▶ [Task requirements]: Please transcribe every record below exactly as it appears.

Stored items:
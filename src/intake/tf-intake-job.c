/* SPDX-License-Identifier: GPL-3.0-or-later
 * SPDX-FileCopyrightText: The Tiltfield developers
 */

/* What a worker does: one frame, one thread. */

#include "tf-intake-private.h"

#include <math.h>
#include <string.h>

TfJob *
tf_job_new (const char *path)
{
  TfJob *job = g_new0 (TfJob, 1);
  job->path = g_strdup (path);
  job->noise_gauss = NAN;
  return job;
}

void
tf_job_free (TfJob *job)
{
  if (job == NULL)
    return;
  g_free (job->path);
  g_free (job->checksum);
  g_free (job->failure);
  tf_frame_info_free (job->info);
  g_clear_pointer (&job->hints, g_ptr_array_unref);
  g_clear_pointer (&job->complexity, g_array_unref);
  g_free (job);
}

/* One line that names the file. */
static void
fail (TfJob *job, const GError *error)
{
  g_autofree char *line = g_strdelimit (g_strdup (error->message), "\n", ' ');
  g_autofree char *name = g_path_get_basename (job->path);
  job->failure = strstr (line, name) != NULL ? g_steal_pointer (&line)
                                             : g_strdup_printf ("%s: %s", job->path, line);
}

static void
look (TfJob *job, const TfIntake *intake)
{
  g_autoptr (GError) error = NULL;
  job->info = tf_frame_look (job->path, &intake->params->spec, &job->hdu, &error);
  job->plane = MAX (intake->params->spec.plane, 1);
  if (job->info != NULL)
    job->checksum = tf_frame_file_checksum (job->path, NULL, &error);
  if (error != NULL)
    fail (job, error);
}

/* The header's cautions are among the frame's. */
static void
take_cautions (TfJob *job, const TfFrame *frame)
{
  const TfNotes *cautions = tf_frame_get_cautions (frame);
  for (guint k = 0; k < tf_notes_get_n (cautions); k++)
    tf_notes_add_copy (job->info->cautions, tf_notes_get (cautions, k));
}

/* The noise, the hints and the grids of one frame are one thread's work: frames go side by side. */
static void
add_complexity (TfJob *job, const TfFrame *frame, const TfIntakeParams *params)
{
  job->complexity = g_array_sized_new (FALSE, TRUE, sizeof (TfComplexityRow), job->hints->len);
  for (guint k = 0; k < job->hints->len; k++)
    {
      const TfHint *hint = g_ptr_array_index (job->hints, k);
      g_auto (TfComplexity) c = { 0 };
      tf_complexity_region (&c, frame, hint->outline, &params->measure, &params->complexity);
      TfComplexityRow row = tf_complexity_row (&c);
      g_array_append_val (job->complexity, row);
    }
}

static void
find (TfJob *job, const TfIntake *intake)
{
  g_autoptr (GError) error = NULL;
  TfWork work = { .pool = intake->pool };
  TfFrameSpec spec = { job->hdu, job->plane };
  g_autoptr (TfFrame) frame = tf_frame_open (job->path, &spec, &work, &error);
  if (frame == NULL)
    {
      fail (job, error);
      return;
    }
  tf_frame_info_free (job->info);
  job->info = tf_frame_info_copy (tf_frame_get_info (frame));
  take_cautions (job, frame);
  job->noise_gauss = tf_frame_noise_at (frame, 0.5);
  if (intake->params->no_hints)
    return;
  job->hints
      = tf_hints_find (frame, &intake->params->hint, &intake->params->measure, &work, &error);
  if (job->hints == NULL && g_error_matches (error, TF_REGION_ERROR, TF_REGION_ERROR_KIND))
    job->hints = g_ptr_array_new (); /* a map: outlines are drawn by hand */
  else if (job->hints == NULL)
    fail (job, error);
  if (job->hints != NULL)
    add_complexity (job, frame, intake->params);
}

void
tf_job_work (gpointer data, gpointer user_data)
{
  TfJob *job = data;
  const TfIntake *intake = user_data;
  if (job->stage == JOB_LOOK)
    look (job, intake);
  else
    find (job, intake);
  g_async_queue_push (intake->done, job);
}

▶ [Answer to the problem]:
filename src/intake/tf-intake-job.c
/* SPDX-License-Identifier: GPL-3.0-or-later
 * SPDX-FileCopyrightText: The Tiltfield developers
 */

/* What a worker does: one frame, one thread. */

#include "tf-intake-private.h"

#include <math.h>
#include <string.h>

TfJob *
tf_job_new (const char *path)
{
  TfJob *job = g_new0 (TfJob, 1);
  job->path = g_strdup (path);
  job->noise_gauss = NAN;
  return job;
}

void
tf_job_free (TfJob *job)
{
  if (job == NULL)
    return;
  g_free (job->path);
  g_free (job->checksum);
  g_free (job->failure);
  tf_frame_info_free (job->info);
  g_clear_pointer (&job->hints, g_ptr_array_unref);
  g_clear_pointer (&job->complexity, g_array_unref);
  g_free (job);
}

/* One line that names the file. */
static void
fail (TfJob *job, const GError *error)
{
  g_autofree char *line = g_strdelimit (g_strdup (error->message), "\n", ' ');
  g_autofree char *name = g_path_get_basename (job->path);
  job->failure = strstr (line, name) != NULL ? g_steal_pointer (&line)
                                             : g_strdup_printf ("%s: %s", job->path, line);
}

static void
look (TfJob *job, const TfIntake *intake)
{
  g_autoptr (GError) error = NULL;
  job->info = tf_frame_look (job->path, &intake->params->spec, &job->hdu, &error);
  job->plane = MAX (intake->params->spec.plane, 1);
  if (job->info != NULL)
    job->checksum = tf_frame_file_checksum (job->path, NULL, &error);
  if (error != NULL)
    fail (job, error);
}

/* The header's cautions are among the frame's. */
static void
take_cautions (TfJob *job, const TfFrame *frame)
{
  const TfNotes *cautions = tf_frame_get_cautions (frame);
  for (guint k = 0; k < tf_notes_get_n (cautions); k++)
    tf_notes_add_copy (job->info->cautions, tf_notes_get (cautions, k));
}

/* The noise, the hints and the grids of one frame are one thread's work: frames go side by side. */
static void
add_complexity (TfJob *job, const TfFrame *frame, const TfIntakeParams *params)
{
  job->complexity = g_array_sized_new (FALSE, TRUE, sizeof (TfComplexityRow), job->hints->len);
  for (guint k = 0; k < job->hints->len; k++)
    {
      const TfHint *hint = g_ptr_array_index (job->hints, k);
      g_auto (TfComplexity) c = { 0 };
      tf_complexity_region (&c, frame, hint->outline, &params->measure, &params->complexity);
      TfComplexityRow row = tf_complexity_row (&c);
      g_array_append_val (job->complexity, row);
    }
}

static void
find (TfJob *job, const TfIntake *intake)
{
  g_autoptr (GError) error = NULL;
  TfWork work = { .pool = intake->pool };
  TfFrameSpec spec = { job->hdu, job->plane };
  g_autoptr (TfFrame) frame = tf_frame_open (job->path, &spec, &work, &error);
  if (frame == NULL)
    {
      fail (job, error);
      return;
    }
  tf_frame_info_free (job->info);
  job->info = tf_frame_info_copy (tf_frame_get_info (frame));
  take_cautions (job, frame);
  job->noise_gauss = tf_frame_noise_at (frame, 0.5);
  if (intake->params->no_hints)
    return;
  job->hints
      = tf_hints_find (frame, &intake->params->hint, &intake->params->measure, &work, &error);
  if (job->hints == NULL && g_error_matches (error, TF_REGION_ERROR, TF_REGION_ERROR_KIND))
    job->hints = g_ptr_array_new (); /* a map: outlines are drawn by hand */
  else if (job->hints == NULL)
    fail (job, error);
  if (job->hints != NULL)
    add_complexity (job, frame, intake->params);
}

void
tf_job_work (gpointer data, gpointer user_data)
{
  TfJob *job = data;
  const TfIntake *intake = user_data;
  if (job->stage == JOB_LOOK)
    look (job, intake);
  else
    find (job, intake);
  g_async_queue_push (intake->done, job);
}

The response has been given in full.